Report the count of lines in the records that contain "roundedMinutes", without any added text.
==*==
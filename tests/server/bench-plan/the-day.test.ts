/** The plan of a day that can be worked through by hand: R-1 runs on A1 from 10:00, R-2 is queued on B1 for 13:00. */
import { afterEach, beforeEach, describe, expect, it } from 'vitest';
import type { MyDayDto } from '@/shared/contract/bench-plan';
import type { ChargeDto } from '@/shared/contract/charge';
import { bytesOf } from '@/tests/support/bytes';
import { workForm } from '@/tests/support/benched';
import { readPdf } from '@/tests/support/pdf';
import { at, hour, key, makeBench, minute, running, seen, type Bench } from '../charges/bench';
import { clock, fitsOf, hoursOf, onlyTwoWork, planOf, queued, timeOf } from './day';

let bench: Bench;
let runs: ChargeDto;
let waits: ChargeDto;
beforeEach(async () => {
  bench = await makeBench();
  await onlyTwoWork(bench);
  const { people } = bench.server.own;
  await hoursOf(bench, people.technician.id, { breaks: [{ from: '12:00', to: '12:30' }] });
  runs = await running(bench, { spareId: await bench.spare('S-1'), repairRef: 'R-1' }, { channel: 'A1' });
  waits = await queued(bench, { spareId: await bench.spare('S-2'), repairRef: 'R-2' }, 'B1', clock('13:00'));
});
afterEach(() => bench.server.close());

const technician = () => bench.server.own.people.technician;
const foreman = () => bench.server.own.people.foreman;
const lineOf = async (personId: string) => (await planOf(bench)).people.find(({ person }) => person.id === personId)!;
const minutesOf = ({ from, to }: { from: string; to: string }): number => (at(to) - at(from)) / minute;

describe('the lanes', () => {
  it('hold R-1 on A1 from its start to its reckoned end, and R-2 on B1 from its planned clips; only R-2 may move', async () => {
    const plan = await planOf(bench);
    const chargeOf = (id: string) => plan.charges.find(({ card }) => card.id === id)!;
    const [hold] = chargeOf(runs.id).holds;
    expect(hold).toMatchObject({ channelId: bench.channels.A1, from: runs.startedAt });
    expect(Math.abs(at(hold!.to) - at(runs.currentEndAt))).toBeLessThan(minute);
    expect(chargeOf(runs.id).fixedBecause).toBe('It is clipped on: it stays where it is.');
    expect(chargeOf(waits.id).fixedBecause).toBeNull();
    const [reserved] = chargeOf(waits.id).holds;
    expect([timeOf(reserved!.from), reserved!.channelId]).toEqual(['13:00', bench.channels.B1]);
    expect(plan.counts).toEqual({ charges: 2, late: 0 });
    expect(plan.queue).toMatchObject([{ chargeId: waits.id, channelNames: ['B1'], clipOnAt: clock('13:00') }]);
    expect(plan.open).toEqual([{ from: clock('08:00'), to: clock('17:00') }]);
  });

  it('of seven days have seven openings but for the weekend', async () => {
    const plan = await planOf(bench, '?days=7');
    expect(plan).toMatchObject({ days: 7, from: clock('00:00'), to: clock('00:00', 7) });
    expect(plan.open).toHaveLength(5);
  });

  it('still show a charge that was ready in the morning', async () => {
    await bench.live(at(runs.checkDueAt) - bench.server.clock.now() + minute, 10 * minute);
    const charge = await seen(bench, runs.id);
    const groupVolts = charge.groups.map(() => charge.targetVolts.toFixed(3));
    const checked = await bench
      .as('technician')
      .post(`/api/charges/${runs.id}/rest-check`, { groupVolts, celsius: null, meterId: bench.meterId })
      .set('Idempotency-Key', key())
      .set('If-Match', `"${charge.rev}"`);
    expect(checked.status, JSON.stringify(checked.body)).toBe(200);
    bench.server.clock.advance(2 * hour);
    const plan = await planOf(bench);
    expect(plan.charges.find(({ card }) => card.id === runs.id)!.card.stage).toBe('ready');
  });
});

describe('people', () => {
  it('are there in their hours without their breaks; who has none is not there', async () => {
    const line = await lineOf(technician().id);
    expect(line.present).toEqual([
      { from: clock('08:00'), to: clock('12:00') },
      { from: clock('12:30'), to: clock('17:00') },
    ]);
    expect(line.breaks).toEqual([{ from: clock('12:00'), to: clock('12:30') }]);
    expect((await lineOf(bench.server.own.people.manager.id)).present).toEqual([]);
  });

  it('have the clips of their own charges as blocks, and nothing else at that time is free', async () => {
    const { blocks, free } = await lineOf(technician().id);
    const clipOn = blocks.find(({ kind, chargeId }) => kind === 'clip-on' && chargeId === waits.id)!;
    expect([timeOf(clipOn.from), minutesOf(clipOn)]).toEqual(['13:00', 5]);
    for (const stretch of free)
      for (const block of blocks)
        expect(at(stretch.to) <= at(block.from) || at(stretch.from) >= at(block.to)).toBe(true);
    // They wait for R-1 until its clips come off at the end of its current.
    expect(free[0]).toMatchObject({ to: runs.currentEndAt, waitOf: { chargeId: runs.id, title: 'R-1' } });
  });
});

describe('look-ins', () => {
  it('of a charge are its own person’s while that one is there, the colleague’s in the break, and nobody’s on a day off', async () => {
    // An hour apart from the start at 10:00: 11:00, 12:00 in the break, 13:00 …
    const whoOf = async () => {
      const { lookIns } = (await planOf(bench)).charges.find(({ card }) => card.id === runs.id)!;
      return lookIns.slice(0, 2).map(({ dueAt, person }) => [timeOf(dueAt), person?.id ?? null]);
    };
    expect(await whoOf()).toEqual([
      ['11:00', technician().id],
      ['12:00', foreman().id],
    ]);
    const off = { daysOff: [{ from: '2026-06-09', to: '2026-06-09', note: 'Away' }] };
    await hoursOf(bench, technician().id, off);
    await hoursOf(bench, foreman().id, off);
    expect(await whoOf()).toEqual([
      ['11:00', null],
      ['12:00', null],
    ]);
    expect((await lineOf(foreman().id)).daysOff).toEqual([{ day: '2026-06-09', note: 'Away' }]);
  });

  it('nobody makes in 15 min are missed: one amber alert, for whom it was, and a look settles it', async () => {
    const missed = async () =>
      (
        (await bench.as('foreman').get('/api/alerts')).body as {
          kind: string;
          level: string;
          for: object;
          clearedAt: unknown;
        }[]
      ).filter(({ kind }) => kind === 'look-in-missed');
    await bench.live(hour + 14 * minute, minute);
    expect(await missed()).toEqual([]);
    await bench.live(2 * minute, minute);
    expect(await missed()).toMatchObject([{ level: 'amber', for: { id: technician().id }, clearedAt: null }]);
    await bench.as('technician').post(`/api/charges/${runs.id}/look-ins`, {}).set('Idempotency-Key', key()).expect(200);
    expect((await missed()).filter(({ clearedAt }) => clearedAt === null)).toEqual([]);
  });
});

describe('what fits', () => {
  const add = async (change: object) => {
    const answer = await bench.as('foreman').post('/api/work', workForm(change)).set('Idempotency-Key', key());
    expect(answer.status, JSON.stringify(answer.body)).toBe(201);
    return answer.body as { id: string };
  };
  const fitsOfTechnician = async () =>
    (await fitsOf(bench, 'technician')).people.find(({ person }) => person.id === technician().id)!;

  it('is 60 min until the clips come off with the look-in of 11:00 in it, and of 120 it is said how much is too long', async () => {
    bench.server.clock.set(Date.parse(clock('10:20')));
    const short = await add({ title: 'Brake bleed', likelyMinutes: '40', longMinutes: '60' });
    const long = await add({ title: 'Cooling plate', likelyMinutes: '100', longMinutes: '115' });
    const [stretch] = (await fitsOfTechnician()).stretches;
    // 18.77 Ah at 10 A: the current is over at 11:53.
    expect([timeOf(stretch!.from), timeOf(stretch!.to), stretch!.lookIns.map(timeOf)]).toEqual([
      '10:20',
      '11:53',
      ['11:00'],
    ]);
    const one = stretch!.fits.find(({ work }) => work.id === short.id)!;
    expect([timeOf(one.span!.from), minutesOf(one.span!), one.suggested]).toEqual(['10:20', 65, true]);
    // 115 min and the look-in's 5 into 93.
    expect(stretch!.fits.find(({ work }) => work.id === long.id)).toMatchObject({
      span: null,
      overByMinutes: 27,
      because: '27\u00a0min too long',
    });
  });

  it('leaves out what asks for a skill that the technician has not, and a technician sees nobody else', async () => {
    const manager = bench.as('manager');
    const skill = (await manager.post('/api/skills', { name: 'High voltage' }).expect(201)).body as { id: string };
    const piece = await add({ title: 'Contactor', skillId: skill.id });
    const has = async () =>
      (await fitsOfTechnician()).stretches.some(({ fits }) =>
        fits.some(({ work, span }) => work.id === piece.id && span !== null),
      );
    expect(await has()).toBe(false);
    await hoursOf(bench, technician().id, { skillIds: [skill.id] });
    expect(await has()).toBe(true);
    expect((await fitsOf(bench, 'technician')).people).toHaveLength(1);
    expect((await fitsOf(bench, 'foreman')).people.length).toBeGreaterThan(1);
  });

  it('taken counts as used wait of the day, and is a block of the line; given back it is neither', async () => {
    const piece = await add({ title: 'Brake bleed', likelyMinutes: '20', longMinutes: '30' });
    const taken = await bench.as('technician').post(`/api/work/${piece.id}/take`, {}).set('Idempotency-Key', key());
    expect(taken.status, JSON.stringify(taken.body)).toBe(200);
    const { stints } = taken.body as { stints: { id: string; waitOf: { chargeId: string } | null }[] };
    expect(stints[0]!.waitOf).toMatchObject({ chargeId: runs.id });
    const fill = async () => (await lineOf(technician().id)).blocks.find(({ kind }) => kind === 'fill');
    expect(await fill()).toMatchObject({ title: 'Brake bleed', workId: piece.id, stint: { state: 'taken' } });
    await bench
      .as('technician')
      .post(`/api/work/${piece.id}/stints/${stints[0]!.id}/give-back`, {})
      .set('Idempotency-Key', key())
      .expect(200);
    expect(await fill()).toBeUndefined();
  });
});

describe('a fill that was taken', () => {
  it('says by how many minutes it does not fit any more: clips that came into it, hours that end before it', async () => {
    const body = workForm({ title: 'Brake bleed', likelyMinutes: '20', longMinutes: '30' });
    const foremans = bench.as('foreman');
    const piece = (await foremans.post('/api/work', body).set('Idempotency-Key', key()).expect(201)).body as {
      id: string;
    };
    const wish = { personId: technician().id, from: clock('14:30') };
    await foremans.post(`/api/work/${piece.id}/take`, wish).set('Idempotency-Key', key()).expect(200);
    const fill = async () => (await lineOf(technician().id)).blocks.find(({ kind }) => kind === 'fill')!;
    const planned = await fill();
    expect([timeOf(planned.from), planned.tooLong]).toEqual(['14:30', null]);
    const end = at(planned.to);
    const minutesUntil = (time: string) => (end - at(clock(time))) / minute;
    await hoursOf(bench, technician().id, { hours: Array.from({ length: 7 }, () => ({ from: '08:00', to: '14:50' })) });
    expect((await fill()).tooLong).toBe(`${minutesUntil('14:50')}\u00a0min too long: working hours end at 14:50`);
    await queued(bench, { spareId: await bench.spare('S-3'), repairRef: 'R-3' }, 'A1', clock('14:40'));
    expect((await fill()).tooLong).toBe(`${minutesUntil('14:40')}\u00a0min too long: clip on R-3 at 14:40`);
  });
});

describe('my day', () => {
  it('is one’s own line', async () => {
    const day = (await bench.as('technician').get('/api/bench-plan/my-day').expect(200)).body as MyDayDto;
    expect(day).toMatchObject({ person: { id: technician().id }, day: '2026-06-09', zone: 'Europe/Berlin' });
    expect(day.blocks).toEqual((await lineOf(technician().id)).blocks);
  });

  it('on paper names the charges, channels, look-ins and the standing line; a technician gets no colleague’s', async () => {
    const paper = async (role: 'technician' | 'foreman') => {
      const { bytes } = await bytesOf(bench.as(role).get('/api/bench-plan/day-sheet.pdf'));
      return (await readPdf(bytes)).map(({ text }) => text).join('\n');
    };
    const whole = await paper('foreman');
    for (const word of [
      'R-1',
      'R-2',
      'A1',
      'B1',
      technician().name,
      foreman().name,
      '11:00',
      'An aid to trained people',
    ])
      expect(whole).toContain(word);
    const own = await paper('technician');
    expect(own).toContain(technician().name);
    const lines = (text: string) => text.match(/08:00–17:00/g)?.length;
    expect([lines(whole), lines(own)]).toEqual([2, 1]);
  });
});
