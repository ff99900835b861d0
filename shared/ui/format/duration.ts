/** Stretches of time in words and numerals. Inputs in seconds. */
import type { Band } from '@/calc/plan-types';
import { EN_DASH, NBSP } from './marks';

const minute = 60;
const hour = 3600;
const day = 86_400;

/**
 * How finely a stretch is told. 'plan': to 5 min, under an hour to 1 (estimates and bands); 'minute': to the minute
 * (a countdown, a time that has passed).
 */
export type Precision = 'plan' | 'minute';

/** Minutes after rounding; the step follows `guide`, so that a band is told as finely as its likely value. */
function roundedMinutes(seconds: number, precision: Precision, guideSeconds = seconds): number {
  const step = precision === 'plan' && guideSeconds >= hour - minute / 2 ? 5 : 1;
  return Math.round(seconds / minute / step) * step;
}

const two = (n: number) => String(n).padStart(2, '0');
const hmm = (minutes: number) => `${Math.floor(minutes / 60)}:${two(minutes % 60)}`;

/** Days to the half: '2½', '1', '½' is never given (under a day hours are told). */
function halfDays(seconds: number): string {
  const halves = Math.round((seconds / day) * 2);
  return `${Math.floor(halves / 2)}${halves % 2 ? '½' : ''}`;
}

export type DurationParts =
  | { kind: 'minutes'; minutes: string }
  | { kind: 'hours'; hours: string; minutes: string }
  | { kind: 'days'; text: string };

/** The pieces of a stretch, for a numeral with a small unit. Negative stretches count as nothing. */
export function durationParts(seconds: number, precision: Precision = 'plan'): DurationParts {
  const s = Math.max(0, seconds);
  const minutes = roundedMinutes(s, precision);
  if (minutes < 60) return { kind: 'minutes', minutes: String(minutes) };
  if (minutes > 24 * 60) return { kind: 'days', text: `about ${halfDays(s)} ${halfDays(s) === '1' ? 'day' : 'days'}` };
  return { kind: 'hours', hours: String(Math.floor(minutes / 60)), minutes: two(minutes % 60) };
}

/** '3 h 40', under an hour '55 min', over a day 'about 2½ days'. */
export function duration(seconds: number, precision: Precision = 'plan'): string {
  const parts = durationParts(seconds, precision);
  if (parts.kind === 'days') return parts.text;
  if (parts.kind === 'minutes') return `${parts.minutes}${NBSP}min`;
  return `${parts.hours}${NBSP}h${NBSP}${parts.minutes}`;
}

/** For tables: '3:40', '0:55'. */
export const durationTable = (seconds: number, precision: Precision = 'plan'): string =>
  hmm(roundedMinutes(Math.max(0, seconds), precision));

/** The band alone, in brackets: '(3:15–4:25)', '(48–70 min)', '(2–3½ days)'. */
export function durationBand({ p10, p50, p90 }: Band): string {
  const [low, likely, high] = [p10, p50, p90].map((s) => Math.max(0, s)) as [number, number, number];
  const kind = durationParts(likely).kind;
  if (kind === 'days') return `(${halfDays(low)}${EN_DASH}${halfDays(high)}${NBSP}days)`;
  const [a, b] = [low, high].map((s) => roundedMinutes(s, 'plan', likely)) as [number, number];
  if (kind === 'minutes') return `(${a}${EN_DASH}${b}${NBSP}min)`;
  return `(${hmm(a)}${EN_DASH}${hmm(b)})`;
}

/** Likely and band: '3 h 40 (3:15–4:25)', '55 min (48–70 min)'. */
export const durationWithBand = (band: Band): string => `${duration(band.p50)} ${durationBand(band)}`;

/** A countdown that ran out: '22 min over'. */
export const overBy = (seconds: number): string => `${duration(seconds, 'minute')} over`;
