/** Numbers with their units as the screens print them. Inputs are in the units of `calc` (V, A, Ah, °C, share 0…1). */
import { EN_DASH, NBSP, pointMarks, type LocaleMarks } from './marks';
import { fixed, shortest, signed } from './number';

const withUnit = (number: string, unit: string) => `${number}${NBSP}${unit}`;

/** A cell group's voltage: '3.968 V'. */
export const volts = (value: number, marks = pointMarks): string => withUnit(fixed(value, 3, marks), 'V');
/** The same without its unit, for columns and labels: '3.968'. */
export const voltsNumber = (value: number, marks = pointMarks): string => fixed(value, 3, marks);
/** A voltage at the clips or a limit, two decimals: '11.64 V'. */
export const clipVolts = (value: number, marks = pointMarks): string => withUnit(fixed(value, 2, marks), 'V');
export const clipVoltsNumber = (value: number, marks = pointMarks): string => fixed(value, 2, marks);

/** A difference of volts in whole millivolts: '102 mV', '−7 mV'. */
export const millivolts = (differenceVolts: number): string => withUnit(millivoltsNumber(differenceVolts), 'mV');
export const millivoltsNumber = (differenceVolts: number): string => fixed(differenceVolts * 1000, 0);
/** A deviation with its sign: '+2 mV', '−7 mV', '0 mV'. */
export const deviation = (differenceVolts: number): string => withUnit(deviationNumber(differenceVolts), 'mV');
export const deviationNumber = (differenceVolts: number): string => signed(differenceVolts * 1000, 0);
/** A tolerance: '±5 mV'. */
export const tolerance = (toleranceVolts: number): string => `±${millivolts(Math.abs(toleranceVolts))}`;
/** A deviation in words: '7 mV below', '2 mV above', 'on the mark'. */
export function deviationWords(differenceVolts: number): string {
  const size = millivoltsNumber(Math.abs(differenceVolts));
  if (size === '0') return 'on the mark';
  return `${withUnit(size, 'mV')} ${differenceVolts < 0 ? 'below' : 'above'}`;
}

/** A measured current: '10.0 A'. */
export const amps = (value: number, marks = pointMarks): string => withUnit(fixed(value, 1, marks), 'A');
export const ampsNumber = (value: number, marks = pointMarks): string => fixed(value, 1, marks);
/** A planned or rated current: '20 A', '12.5 A'. */
export const plannedAmps = (value: number, marks = pointMarks): string => withUnit(shortest(value, 1, marks), 'A');

/** A charge or capacity: '29.7 Ah'. */
export const ampHours = (value: number, marks = pointMarks): string => withUnit(fixed(value, 1, marks), 'Ah');
export const ampHoursNumber = (value: number, marks = pointMarks): string => fixed(value, 1, marks);
/** A rated capacity as it stands on the label: '66 Ah'. */
export const ratedAh = (value: number, marks = pointMarks): string => withUnit(shortest(value, 1, marks), 'Ah');
/** A measured capacity with its doubt: '60.4 (59.5–61.3)'; the unit stands in the heading. */
export const capacityBand = (low: number, likely: number, high: number, marks = pointMarks): string =>
  `${fixed(likely, 1, marks)} (${fixed(low, 1, marks)}${EN_DASH}${fixed(high, 1, marks)})`;

/** A temperature in whole degrees: '21 °C'. */
export const celsius = (value: number): string => withUnit(fixed(value, 0), '°C');
export const celsiusNumber = (value: number): string => fixed(value, 0);

/** A share 0…1 in whole per cent: '58 %'. */
export const share = (value: number): string => withUnit(fixed(value * 100, 0), '%');

/** A range with one unit: '10–45 °C'. */
export const range = (low: string, high: string, unit: string): string => withUnit(`${low}${EN_DASH}${high}`, unit);

/** A range in whole numbers: '6–14'; ends that round to the same number: '6'. */
export function wholeRange(low: number, high: number): string {
  const [from, to] = [fixed(low, 0), fixed(high, 0)];
  return from === to ? from : `${from}${EN_DASH}${to}`;
}
/** Likely first, and the band where it has a width: '7 mV (5–9)', '8 mV' */
export const millivoltsWithBand = ({ p10, p50, p90 }: { p10: number; p50: number; p90: number }): string =>
  `${millivolts(p50)}${bandBeside(p50 * 1000, p10 * 1000, p90 * 1000)}`;

/** The band in whole numbers behind its middle, ' (5–9)'; '' where it is no wider than the middle itself. */
export function bandBeside(likely: number, low: number, high: number): string {
  const range = wholeRange(low, high);
  return range === fixed(likely, 0) ? '' : ` (${range})`;
}

/** A power: '1.2 kW', '640 W'. */
export const watts = (value: number, marks: LocaleMarks = pointMarks): string =>
  Math.abs(value) >= 1000 ? withUnit(fixed(value / 1000, 1, marks), 'kW') : withUnit(fixed(value, 0, marks), 'W');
==*==
-- PROBLEM SOLUTION --
4